MSCI World Climate Paris Aligned Index (PAB): A world of opportunity with a decarbonisation twist
ETF investors seeking to build a regionally-diversified portfolio in a single, convenient transaction have long turned to tracking global equity indices but historically, this approach offered limited scope for ESG integration. Recent industry innovations mean ETF investors are now able to use index investing to reflect carbon-related goals in their portfolios more effectively. Decarbonisation indices – such as Paris-Aligned Benchmarks (‘PABs’) - are designed for investors looking to decarbonise their portfolios while achieving a return on their investment.
Global is better
Global equities have the potential to be a source of long-term growth for investors. Those with lower risk apetities may find the diversification offered by global markets to complement the historically lower volatility profile of larger companies. Innovation and opportunities amongst developed markets await beyond the confines of countries and continents.
A global approach can help capture the growth potential associated with the sectors and industries that are often associated with specific, dominant markets around the globe, such as technology or manufacture, healthcare or engineering, in one place. Increasing diversity of exposure in this way can also help to dilute the effects of geopolitical volatility across a wider portfolio.
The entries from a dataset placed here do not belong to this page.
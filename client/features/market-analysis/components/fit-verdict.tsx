import type { GroupAnalysis } from '@contracts/analysis';
import { Badge } from '../../../components/ui/badge';
import { FigureHeading } from './figure-list';

/** The correlation check in words: the server's verdict and what the threshold is. */
export function GateVerdict({ gate }: { gate: NonNullable<GroupAnalysis['gate']> }) {
  return (
    <div data-testid="correlation-gate">
      <FigureHeading>Correlation check</FigureHeading>
      <div className="flex flex-col gap-1.5">
        <div>
          <Badge tone={gate.passes ? 'positive' : 'negative'}>{gate.passes ? 'Passes: slope usable as a rate' : 'Does not pass'}</Badge>
        </div>
        <p className="text-[0.875rem] leading-relaxed text-ink">{gate.message}</p>
        <p className="text-[0.8125rem] leading-relaxed text-ink-faint">
          |r| ≥ {gate.threshold} is a common-practice rule of thumb, not a standard: it asks whether floor area explains enough of the price for the
          slope to carry into the grid.
        </p>
      </div>
    </div>
  );
}

/** The fit's warnings (small sample, extrapolation, a falling line …), each in a sentence. */
export function WarningList({ warnings }: { warnings: readonly string[] }) {
  if (warnings.length === 0) return null;
  return (
    <div data-testid="fit-warnings">
      <FigureHeading>Warnings</FigureHeading>
      <ul className="flex flex-col gap-1.5">
        {warnings.map((warning) => (
          <li key={warning} className="relative pl-4 text-[0.875rem] leading-relaxed text-ink-soft">
            <span aria-hidden className="absolute top-[0.55em] left-0 size-1.5 rounded-full bg-rust" />
            {warning}
          </li>
        ))}
      </ul>
    </div>
  );
}
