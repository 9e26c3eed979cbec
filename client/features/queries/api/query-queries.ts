import { queryOptions } from '@tanstack/react-query';
import { z } from 'zod';
import { okResponse, queryListResponse, reviewQuerySchema } from '@contracts/review';
import { apiRequest } from '../../../lib/api-client';

const raised = z.object({ query: reviewQuerySchema.pick({ id: true }).passthrough() });

/** Query keys and fetchers of the review queries (the threads on sales), general → specific. */
export const queryThreads = {
  all: () => ['queries'] as const,
  list: (assignmentId: number) =>
    queryOptions({
      queryKey: [...queryThreads.all(), assignmentId] as const,
      queryFn: ({ signal }) => apiRequest(`/api/assignments/${assignmentId}/queries`, queryListResponse, { signal }),
      select: (data) => data.queries,
    }),
};

export type AnswerAction = 'keep' | 'exclude';

export const queryRequests = {
  raise: (assignmentId: number, body: { saleId: number | null; body: string }) =>
    apiRequest(`/api/assignments/${assignmentId}/queries`, raised, { method: 'POST', body }),
  comment: (queryId: number, body: string) => apiRequest(`/api/queries/${queryId}/messages`, okResponse, { method: 'POST', body: { body } }),
  answer: (queryId: number, body: { action: AnswerAction; explanation: string; version: number }) =>
    apiRequest(`/api/queries/${queryId}/answer`, okResponse, { method: 'POST', body }),
  resolve: (queryId: number, body: { version: number; body?: string }) => apiRequest(`/api/queries/${queryId}/resolve`, okResponse, { method: 'POST', body }),
  reopen: (queryId: number, body: { version: number; body?: string }) => apiRequest(`/api/queries/${queryId}/reopen`, okResponse, { method: 'POST', body }),
};
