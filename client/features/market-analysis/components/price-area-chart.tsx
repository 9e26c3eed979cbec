import { CartesianGrid, DefaultZIndexes, ResponsiveContainer, Scatter, ScatterChart, Tooltip, XAxis, YAxis, ZIndexLayer } from 'recharts';
import { niceDomain } from '../lib/axis-domain';
import { describeFlags } from '../lib/flag-words';
import { predictionBand, predictionHalfWidth, fittedAt } from '../lib/prediction-band';
import { DenseSaleMarks, FitLayer, OffScaleMarks, SaleMark, splitDense, SubjectMark, type FittedSalePoint, type GroupChartProps } from './chart-marks';
import { inRange } from '../lib/focus-range';
import { SaleTooltip } from './sale-tooltip';
import { gridStroke, xAxisProps, yAxisProps } from './chart-style';

interface PricePoint extends FittedSalePoint {
  fitted: number;
}

interface Props extends GroupChartProps {
  timeAdjusted: boolean;
}

/** Price against floor area: the sales coloured by residual, flagged ones ringed, the fitted line,
 * its 95% prediction band and, where the group has one, the subject with its prediction interval. */
export function PriceAreaChart({ group, flagsById, format, lookup, timeAdjusted, onOpen, focus, height }: Props) {
  const { fit, prediction } = group;
  const points: PricePoint[] = group.points.map((p) => ({
    saleId: p.saleId,
    x: p.x,
    y: p.y,
    fitted: p.fitted,
    residual: p.residual,
    studentized: p.externallyStudentized,
    flagged: flagsById.has(p.saleId),
    flags: flagsById.get(p.saleId) ?? [],
  }));

  const shown = points.filter((p) => inRange(focus, p.x));
  const offScale = points.filter((p) => !inRange(focus, p.x));
  const areas = shown.map((p) => p.x);
  const x = niceDomain([...areas, ...(prediction ? [prediction.x0] : [])], 6);
  const band = predictionBand(fit, x.domain[0], x.domain[1]);
  // The band at the ends of the sales shown (not of the axis) sets the price range, so that a
  // wide band far from the sales does not squeeze them.
  const bandEnds = [Math.min(...areas), Math.max(...areas)].flatMap((at) => {
    const half = predictionHalfWidth(fit, at);
    return half === null ? [] : [fittedAt(fit, at) - half, fittedAt(fit, at) + half];
  });
  // Prices are positive: a band reaching below zero is cut at the axis rather than stretching it.
  const floor = shown.every((p) => p.y >= 0) ? 0 : -Infinity;
  const yValues = [...shown.map((p) => p.y), ...bandEnds, ...(prediction ? [prediction.lower, prediction.upper] : [])].map((v) => Math.max(floor, v));
  const y = niceDomain(yValues, 8, 0.03, floor);
  const { marks, dense } = splitDense(shown);

  return (
    <ResponsiveContainer width="100%" height={height}>
      <ScatterChart margin={{ top: 16, right: 28, bottom: 30, left: 4 }}>
        <CartesianGrid stroke={gridStroke} vertical={false} />
        <XAxis {...xAxisProps({ scale: x, format: (v) => format.areaNumber(v), label: `Floor area (${format.unit})` })} />
        <YAxis {...yAxisProps({ scale: y, format: (v) => format.compactMoney(v), label: timeAdjusted ? 'Time-adjusted price' : 'Sale price' })} />
        <ZIndexLayer zIndex={DefaultZIndexes.area}>
          <FitLayer band={band} />
        </ZIndexLayer>
        <ZIndexLayer zIndex={DefaultZIndexes.scatter - 1}>
          <DenseSaleMarks points={dense} radius={3} />
        </ZIndexLayer>
        <Scatter
          data={marks}
          isAnimationActive={false}
          shape={(props: object) => <SaleMark {...props} radius={5} onOpen={onOpen} />}
        />
        <ZIndexLayer zIndex={DefaultZIndexes.scatter}>
          <OffScaleMarks points={offScale} label={(p) => format.area(p.x)} onOpen={onOpen} />
        </ZIndexLayer>
        {prediction && (
          <ZIndexLayer zIndex={DefaultZIndexes.scatter + 50}>
            <SubjectMark x0={prediction.x0} estimate={prediction.estimate} lower={prediction.lower} upper={prediction.upper} />
          </ZIndexLayer>
        )}
        <Tooltip
          cursor={false}
          isAnimationActive={false}
          content={(props) => (
            <SaleTooltip<PricePoint>
              active={props.active}
              payload={props.payload}
              title={(d) => lookup(d.saleId).address}
              rows={(d) => {
                const sold = lookup(d.saleId).salePrice;
                return [
                  [timeAdjusted ? 'Time-adjusted price' : 'Sale price', format.money(d.y)],
                  ...(timeAdjusted && sold !== null ? ([['Sold for', format.money(sold)]] as [string, string][]) : []),
                  ['Floor area', format.area(d.x)],
                  ['Residual', `${format.signedMoney(d.residual)} (${format.signedPercent(d.fitted > 0 ? d.residual / d.fitted : null)})`],
                  ['Studentized', format.signedRatio(d.studentized)],
                ];
              }}
              note={(d) => (d.flagged ? `Flagged: ${describeFlags(d.flags)}.` : null)}
            />
          )}
        />
      </ScatterChart>
    </ResponsiveContainer>
  );
}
Indeed, the effects of currency movements may also be less concentrated. This diversity is increased further when taking into account the global sources of revenues typically achieved by large- and mega-cap companies, which transcend the borders of regional stock markets.
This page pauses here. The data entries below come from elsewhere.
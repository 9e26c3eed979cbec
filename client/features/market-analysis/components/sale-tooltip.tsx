import type { TooltipContentProps } from 'recharts';

export type TooltipRows = Array<[label: string, value: string]>;

interface Props<T> {
  active?: boolean;
  payload?: TooltipContentProps['payload'];
  title: (datum: T) => string;
  rows: (datum: T) => TooltipRows;
  note?: (datum: T) => string | null;
}

/** The card shown beside a hovered sale: its address, then its figures, then what a click does. */
export function SaleTooltip<T>({ active, payload, title, rows, note }: Props<T>) {
  const datum = payload?.[0]?.payload as T | undefined;
  if (!active || !datum) return null;
  const extra = note?.(datum);
  return (
    <div className="pointer-events-none max-w-72 rounded-md border border-rule-strong bg-paper-raised px-3.5 py-2.5 shadow-[0_6px_20px_rgb(29_42_68/0.12)]">
      <p className="text-sm font-semibold text-ink">{title(datum)}</p>
      <dl className="mt-1.5 grid grid-cols-[auto_1fr] gap-x-4 gap-y-0.5 text-[0.8125rem]">
        {rows(datum).map(([label, value]) => (
          <div key={label} className="contents">
            <dt className="text-ink-faint">{label}</dt>
            <dd className="figures text-right text-ink">{value}</dd>
          </div>
        ))}
      </dl>
      {extra && <p className="mt-1.5 text-xs text-ink-soft">{extra}</p>}
      <p className="mt-1.5 border-t border-rule pt-1.5 text-xs text-ink-faint">Click to open the sale.</p>
    </div>
  );
}
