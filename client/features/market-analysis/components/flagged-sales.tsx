import { Link } from 'react-router-dom';
import { pointFlagWords, type FlaggedSale, type GroupAnalysis } from '@contracts/analysis';
import { saleTypeLabels, saleTypes, type SaleType } from '@contracts/sales';
import type { FigureFormat } from '../lib/figure-format';
import { flagMeanings } from '../lib/flag-words';
import { saleHref, type SaleLookup } from '../lib/sale-lookup';

interface Props {
  assignmentId: number;
  group: GroupAnalysis;
  otherGroups: readonly GroupAnalysis[];
  format: FigureFormat;
  lookup: SaleLookup;
  onChooseGroup: (name: string) => void;
}

function saleTypeWords(code: string): string {
  return (saleTypes as readonly string[]).includes(code) ? saleTypeLabels[code as SaleType] : code;
}

const linkClass = 'font-semibold text-ink underline decoration-rule-strong underline-offset-4 hover:decoration-ink';

/** The sales the chosen fit cannot explain, each with its flags, the reason in words and how it
 * stands (sale type, in the grid, revealed once others were set aside). */
export function FlaggedSales({ assignmentId, group, otherGroups, format, lookup, onChooseGroup }: Props) {
  if (group.pooled) {
    const withFlags = otherGroups.filter((g) => !g.pooled && g.flagged.length > 0);
    return (
      <div className="text-[0.9375rem] text-ink-soft">
        <p>Flags are judged within each neighbourhood, where price levels are alike; the pooled fit flags no sale.</p>
        {withFlags.length > 0 && (
          <p className="mt-2 flex flex-wrap gap-x-4 gap-y-1">
            {withFlags.map((g) => (
              <button key={g.neighbourhood} type="button" onClick={() => onChooseGroup(g.neighbourhood)} className={linkClass}>
                {g.neighbourhood}: {g.flagged.length} flagged
              </button>
            ))}
          </p>
        )}
      </div>
    );
  }
  if (!group.fit) {
    return <p className="text-[0.9375rem] text-ink-soft">Without a line there is nothing to measure the sales against, so none is flagged.</p>;
  }
  if (group.flagged.length === 0) {
    return <p className="text-[0.9375rem] text-ink-soft">No sale in {group.neighbourhood} is flagged: each lies within the scatter the line expects.</p>;
  }
  return (
    <ol className="flex flex-col divide-y divide-rule" data-testid="flagged-sales">
      {group.flagged.map((sale) => (
        <FlaggedSaleItem key={sale.saleId} sale={sale} assignmentId={assignmentId} format={format} lookup={lookup} />
      ))}
    </ol>
  );
}

function FlaggedSaleItem({ sale, assignmentId, format, lookup }: { sale: FlaggedSale; assignmentId: number; format: FigureFormat; lookup: SaleLookup }) {
  const revealedBy = sale.revealedWhenSetAside.map((id) => lookup(id).address);
  return (
    <li className="flex gap-3.5 py-3.5 first:pt-1 last:pb-1">
      <svg width="18" height="18" aria-hidden className="mt-0.5 shrink-0">
        <circle cx="9" cy="9" r="6.5" fill="none" stroke="var(--color-flag-ring)" strokeWidth="2" />
      </svg>
      <div className="min-w-0 flex-1">
        <div className="flex flex-wrap items-center gap-x-3 gap-y-1.5">
          <Link to={saleHref(assignmentId, sale.saleId)} className={linkClass}>
            {sale.address}
          </Link>
          <ul className="flex flex-wrap gap-1.5" aria-label="Flags">
            {sale.flags.map((flag) => (
              <li
                key={flag}
                title={flagMeanings[flag]}
                className="rounded-sm border border-flag-ring/35 bg-paper px-1.5 py-px text-xs font-semibold text-ink-soft"
              >
                {pointFlagWords[flag]}
              </li>
            ))}
          </ul>
          {sale.inGrid && (
            <span className="ml-auto inline-flex items-center gap-1.5 rounded-sm bg-ink px-2 py-0.5 text-xs font-semibold text-paper">
              <svg width="10" height="10" aria-hidden viewBox="0 0 10 10">
                <path d="M0.5 0.5h9v9h-9zM0.5 5h9M5 0.5v9" fill="none" stroke="currentColor" strokeWidth="1" />
              </svg>
              In the grid
            </span>
          )}
        </div>
        <p className="mt-1.5 text-[0.9375rem] leading-relaxed text-ink-soft">{sale.reason}</p>
        {revealedBy.length > 0 && (
          <p className="mt-1 text-[0.875rem] text-ink">
            <span className="font-semibold">Seen only once others were set aside:</span> {revealedBy.join(', ')}.
          </p>
        )}
        <p className="mt-1.5 flex flex-wrap gap-x-5 gap-y-0.5 text-[0.8125rem] text-ink-faint">
          <span>Sale type: <span className="text-ink-soft">{saleTypeWords(sale.saleType)}</span></span>
          <span>
            Residual <span className="figures text-ink-soft">{format.signedMoney(sale.residual)}</span>
            {sale.residualPct !== null && <span className="figures text-ink-soft"> ({format.signedPercent(sale.residualPct)})</span>}
          </span>
          <span>
            Studentized <span className="figures text-ink-soft">{format.signedRatio(sale.externallyStudentized)}</span>
          </span>
          <span>
            Cook’s distance <span className="figures text-ink-soft">{sale.cooksDistance === null ? 'not defined' : format.ratio(sale.cooksDistance)}</span>
          </span>
        </p>
      </div>
    </li>
  );
}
Investing in global indices means investing in global industry – yet, the proportional inclusion of carbon-intense companies and sectors, such as traditional energy providers, chemicals or construction may not be suitable for responsible investors, or those with decarbonisation and climate change goals attached to their portfolios. Read on to discover how the ESG-aware may still participate in the long-term growth opportunity offered by global equity markets, while continuing to achieve sustainability goals.
Shining a light on MSCI World Climate Paris Aligned Index (PAB)
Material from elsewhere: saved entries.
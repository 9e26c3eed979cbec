import { useId, type ReactNode } from 'react';
import { usePlotArea, useXAxisScale, useYAxisScale } from 'recharts';
import type { FitSummary, GroupAnalysis } from '@contracts/analysis';
import type { FigureFormat } from '../lib/figure-format';
import type { Flag } from '../lib/flag-words';
import type { SaleLookup } from '../lib/sale-lookup';
import type { BandPoint } from '../lib/prediction-band';
import { residualColour } from '../lib/residual-scale';

/** One sale as a chart draws it. */
export interface SalePoint {
  saleId: number;
  x: number;
  y: number;
  studentized: number | null;
  flagged: boolean;
}

/** A sale of a fitted group, with its residual and its flags (the scatter and the residual plot). */
export interface FittedSalePoint extends SalePoint {
  residual: number;
  flags: readonly Flag[];
}

/** What the two charts of a fitted group take. */
export interface GroupChartProps {
  group: GroupAnalysis & { fit: FitSummary };
  flagsById: ReadonlyMap<number, readonly Flag[]>;
  format: FigureFormat;
  lookup: SaleLookup;
  onOpen: (saleId: number) => void;
  /** A floor-area range to zoom to (null shows every sale). */
  focus: [number, number] | null;
  height: number;
}

interface SaleMarkProps {
  cx?: number;
  cy?: number;
  payload?: SalePoint;
  isActive?: boolean;
  radius: number;
  /** A fixed fill instead of the residual colour (the trend chart's sales). */
  fill?: string;
  onOpen: (saleId: number) => void;
}

/** A sale: a dot coloured by its residual, ringed in magenta when flagged. Clicking opens it. */
export function SaleMark({ cx, cy, payload, isActive, radius, fill, onOpen }: SaleMarkProps) {
  if (cx === undefined || cy === undefined || !payload || !Number.isFinite(cx) || !Number.isFinite(cy)) return null;
  return (
    <g className="cursor-pointer" onClick={() => onOpen(payload.saleId)}>
      {payload.flagged && <circle cx={cx} cy={cy} r={radius + 4} fill="none" stroke="var(--color-flag-ring)" strokeWidth={2} />}
      <circle
        data-sale-id={payload.saleId}
        cx={cx}
        cy={cy}
        r={isActive ? radius + 1.5 : radius}
        fill={fill ?? residualColour(payload.studentized)}
        stroke={isActive ? 'var(--color-ink)' : 'var(--color-paper-raised)'}
        strokeWidth={isActive ? 1.75 : 1.25}
      />
    </g>
  );
}

/** Keeps the overlays inside the plot area. */
function useClip(): { clipPath: string; defs: ReactNode } | null {
  const id = useId().replace(/:/g, '');
  const plot = usePlotArea();
  if (!plot) return null;
  return {
    clipPath: `url(#clip-${id})`,
    defs: (
      <defs>
        <clipPath id={`clip-${id}`}>
          <rect x={plot.x} y={plot.y} width={plot.width} height={plot.height} />
        </clipPath>
      </defs>
    ),
  };
}

function toPath(points: Array<[number | undefined, number | undefined]>): string | null {
  if (points.some(([x, y]) => x === undefined || y === undefined || !Number.isFinite(x) || !Number.isFinite(y))) return null;
  return points.map(([x, y], i) => `${i === 0 ? 'M' : 'L'}${(x as number).toFixed(1)},${(y as number).toFixed(1)}`).join(' ');
}

/** The fitted line and, when given, its 95% prediction band (drawn under the sales). */
export function FitLayer({ band, showBand = true }: { band: readonly BandPoint[]; showBand?: boolean }) {
  const xScale = useXAxisScale();
  const yScale = useYAxisScale();
  const clip = useClip();
  if (!xScale || !yScale || !clip || band.length < 2) return null;
  const upper = band.map((p) => [xScale(p.x), yScale(p.upper)] as [number | undefined, number | undefined]);
  const lower = band.map((p) => [xScale(p.x), yScale(p.lower)] as [number | undefined, number | undefined]);
  const line = toPath(band.map((p) => [xScale(p.x), yScale(p.fitted)]));
  const upperPath = toPath(upper);
  const lowerPath = toPath(lower);
  const area = upperPath && lowerPath ? `${upperPath} ${toPath([...lower].reverse())!.replace(/^M/, 'L')} Z` : null;
  return (
    <g clipPath={clip.clipPath} data-chart-layer="fit">
      {clip.defs}
      {showBand && area && <path d={area} fill="var(--color-ink)" fillOpacity={0.055} stroke="none" />}
      {showBand && upperPath && <path d={upperPath} fill="none" stroke="var(--color-ink-faint)" strokeWidth={1} strokeDasharray="4 4" />}
      {showBand && lowerPath && <path d={lowerPath} fill="none" stroke="var(--color-ink-faint)" strokeWidth={1} strokeDasharray="4 4" />}
      {line && <path d={line} fill="none" stroke="var(--color-ink)" strokeWidth={2} strokeLinecap="round" />}
    </g>
  );
}

/** The subject: an ink diamond at its estimate with its prediction interval as a capped bar. */
export function SubjectMark({ x0, estimate, lower, upper }: { x0: number; estimate: number; lower: number; upper: number }) {
  const xScale = useXAxisScale();
  const yScale = useYAxisScale();
  const clip = useClip();
  const [x, y, top, bottom] = [xScale?.(x0), yScale?.(estimate), yScale?.(upper), yScale?.(lower)];
  if (!clip || [x, y, top, bottom].some((v) => v === undefined || !Number.isFinite(v))) return null;
  const [cx, cy, y1, y2] = [x, y, top, bottom] as number[];
  const d = 7;
  return (
    <g clipPath={clip.clipPath} data-chart-layer="subject" aria-hidden pointerEvents="none">
      {clip.defs}
      <g stroke="var(--color-paper-raised)" strokeWidth={5} strokeLinecap="round" opacity={0.9}>
        <line x1={cx} x2={cx} y1={y1} y2={y2} />
      </g>
      <g stroke="var(--color-ink)" strokeWidth={2} strokeLinecap="round">
        <line x1={cx} x2={cx} y1={y1} y2={y2} />
        <line x1={cx - 6} x2={cx + 6} y1={y1} y2={y1} />
        <line x1={cx - 6} x2={cx + 6} y1={y2} y2={y2} />
      </g>
      <path d={`M${cx},${cy - d} L${cx + d},${cy} L${cx},${cy + d} L${cx - d},${cy} Z`} fill="var(--color-ink)" stroke="var(--color-paper-raised)" strokeWidth={2} />
      <text x={cx} y={y1 - 8} textAnchor="middle" stroke="var(--color-paper-raised)" strokeWidth={3} paintOrder="stroke" className="fill-ink font-sans text-[11px] font-semibold">
        Subject
      </text>
    </g>
  );
}

/** Sales beyond the zoomed floor-area range: an arrow on the plot's right (or left) edge at the
 * sale's price, with its floor area, so that they are not lost from sight. Clicking opens the sale. */
export function OffScaleMarks({ points, label, onOpen }: { points: readonly SalePoint[]; label: (p: SalePoint) => string; onOpen: (saleId: number) => void }) {
  const xScale = useXAxisScale();
  const yScale = useYAxisScale();
  const plot = usePlotArea();
  if (!xScale || !yScale || !plot || points.length === 0) return null;
  const top = plot.y + 8;
  const bottom = plot.y + plot.height - 8;
  return (
    <g data-chart-layer="off-scale">
      {points.map((p) => {
        const right = (xScale(p.x) ?? Infinity) > plot.x + plot.width;
        const x = right ? plot.x + plot.width - 4 : plot.x + 4;
        const y = Math.min(bottom, Math.max(top, yScale(p.y) ?? top));
        const tip = right ? 6 : -6;
        return (
          <g key={p.saleId} data-off-scale-sale-id={p.saleId} className="cursor-pointer" onClick={() => onOpen(p.saleId)}>
            <title>{label(p)}</title>
            <path d={`M${x - tip},${y - 6} L${x},${y} L${x - tip},${y + 6} Z`} fill="var(--color-ink-soft)" stroke={p.flagged ? 'var(--color-flag-ring)' : 'none'} strokeWidth={2} strokeLinejoin="round" />
            <text x={x - tip * 1.6} y={y + 4} textAnchor={right ? 'end' : 'start'} stroke="var(--color-paper-raised)" strokeWidth={3} paintOrder="stroke" className="fill-ink-soft font-mono text-[11px]">
              {label(p)}
            </text>
          </g>
        );
      })}
    </g>
  );
}

/** Above this many sales in one chart, the sales that are not flagged are drawn as one layer. */
export const DENSE_CHART_SALES = 1_500;

/**
 * Splits a chart's sales: below DENSE_CHART_SALES every sale is an interactive mark; above it only
 * the flagged ones are, and the rest go to DenseSaleMarks.
 */
export function splitDense<P extends SalePoint>(points: readonly P[]): { marks: P[]; dense: P[] } {
  if (points.length <= DENSE_CHART_SALES) return { marks: [...points], dense: [] };
  return { marks: points.filter((p) => p.flagged), dense: points.filter((p) => !p.flagged) };
}

/**
 * Many sales at once: one path per colour instead of one element per sale, so that tens of
 * thousands draw in milliseconds rather than seconds. The marks are not interactive; the flagged
 * sales drawn over them are, and the Comparables table opens any sale.
 */
export function DenseSaleMarks({ points, radius, fill }: { points: readonly SalePoint[]; radius: number; fill?: string }) {
  const xScale = useXAxisScale();
  const yScale = useYAxisScale();
  const clip = useClip();
  if (!xScale || !yScale || !clip || points.length === 0) return null;
  const byColour = new Map<string, string[]>();
  const r = radius.toFixed(1);
  for (const p of points) {
    const x = xScale(p.x);
    const y = yScale(p.y);
    if (x === undefined || y === undefined || !Number.isFinite(x) || !Number.isFinite(y)) continue;
    const colour = fill ?? residualColour(p.studentized);
    let parts = byColour.get(colour);
    if (!parts) byColour.set(colour, (parts = []));
    // A circle as two arcs from its left edge.
    parts.push(`M${(x - radius).toFixed(1)},${y.toFixed(1)}a${r},${r} 0 1,0 ${(2 * radius).toFixed(1)},0a${r},${r} 0 1,0 ${(-2 * radius).toFixed(1)},0`);
  }
  return (
    <g clipPath={clip.clipPath} data-chart-layer="dense-sales" data-sale-count={points.length} aria-hidden pointerEvents="none">
      {clip.defs}
      {[...byColour].map(([colour, parts]) => (
        <path key={colour} d={parts.join('')} fill={colour} stroke="var(--color-paper-raised)" strokeWidth={0.75} />
      ))}
    </g>
  );
}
MSCI’s range of Paris-aligned indices are designed to offer investors a way to harness the growth potential of equity markets, with the added benefit of aligning investment goals with the objectives of the Paris Agreement, the global treaty designed to strengthen the global response to climate change. Contributing to the fight against rising global temperatures could offer greater portfolio resilience against climate-related risk, as well as the potential to benefit from exciting opportunities associated with the transition to a net-zero economy.1
Based on the MSCI World Index, which includes large and mid-capitalisation securities across developed markets, the PAB is designed to reduce the exposure to transition and physical climate risks, and to pursue opportunities arising from the transition to a lower-carbon economy while aligning with the Paris Agreement requirements. The Index incorporates the Task Force on Climate-related Financial Disclosures (“TCFD”) recommendations (which are complementary to the EU Paris aligned
benchmark requirements) and intends to exceed the minimum standards of the EU Paris aligned benchmark requirements.2
ETF investors who wish to gain access to a more diverse range of opportunities that are offered by country-specific indices can do so by tracking the MSCI World Index® universe (adjusted for Paris-alignment), as well as maintaining the relatively broad range of sector exposure within developed global markets:
Figure 1: MSCI World Climate Paris Aligned Index® sectors breakdown (in %)
Source: AXA IM, MSCI as of 31/05/2024
While the appeal of a globally-diviersfied portfolio is clear, a decarbonsiation benchmark has become a well-regarded option for investors looking to incorporate a climate-focused approach into their ETF building blocks. With similar characteristics to the parent index, there should be little trade-off for using a Paris-aligned Benchmark.